Due to its distinctive morphology, Hipposyngnathus was initially described in its own subfamily, Eogastrophinae. However, more recent studies suggest that it may potentially belong to the modern trunk-brooding pipefishes in the subfamily Nerophinae. This is further supported by the presence of a well-developed abdominal ridge on which fertilized eggs could be deposited, which has been speculated to have supported a brood pouch. However, other researchers hypothesize that Hipposyngnathus lacked a brood pouch entirely, with the eggs being attached to and completing their development on the surface of the abdominal ledge, a trait seen in some modern trunk-brooding pipefish such as Maroubra.

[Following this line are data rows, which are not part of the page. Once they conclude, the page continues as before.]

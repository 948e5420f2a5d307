// A syntax error: a missing semicolon.
module m(input a, output y);
  wire w
  assign y = a;
endmodule
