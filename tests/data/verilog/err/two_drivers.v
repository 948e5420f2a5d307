// Two drivers for one net.
module m(input a, input b, output y);
  assign y = a;
  assign y = b;
endmodule
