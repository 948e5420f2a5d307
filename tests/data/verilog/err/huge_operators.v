// Found by fuzzing: a 165,536-bit (here 1,000-bit) variable part-select of a 4-bit vector, and a multiplication
// 655,362 bits wide, once ran for minutes (here 8,192 bits: over the 4,096-bit limit).
module m(input [3:0] a, input [1:0] s, input [8191:0] b, output [3:0] y, output z);
  assign y = {2{a[s +: 1000]}};
  assign z = (b * a) == 0;
endmodule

Some Hipposygnathus populations appear to have inhabited neritic habitats, based on co-occurrence with fossils of sublittoral fish such as Trachinus. However, other fossils are known from pelagic deposits, and are preserved together with fossils of Sargassum algae, seagrass, and swimming crabs, which is reminiscent of the assemblages that form around floating algae in pelagic ecosystems such as the Sargasso Sea, suggesting that Hipposyngnathus may have also inhabited floating Sargassum mats at the surface of the open ocean. It has a relatively short snout, indicating that it likely fed on slow-moving prey such as small crustaceans.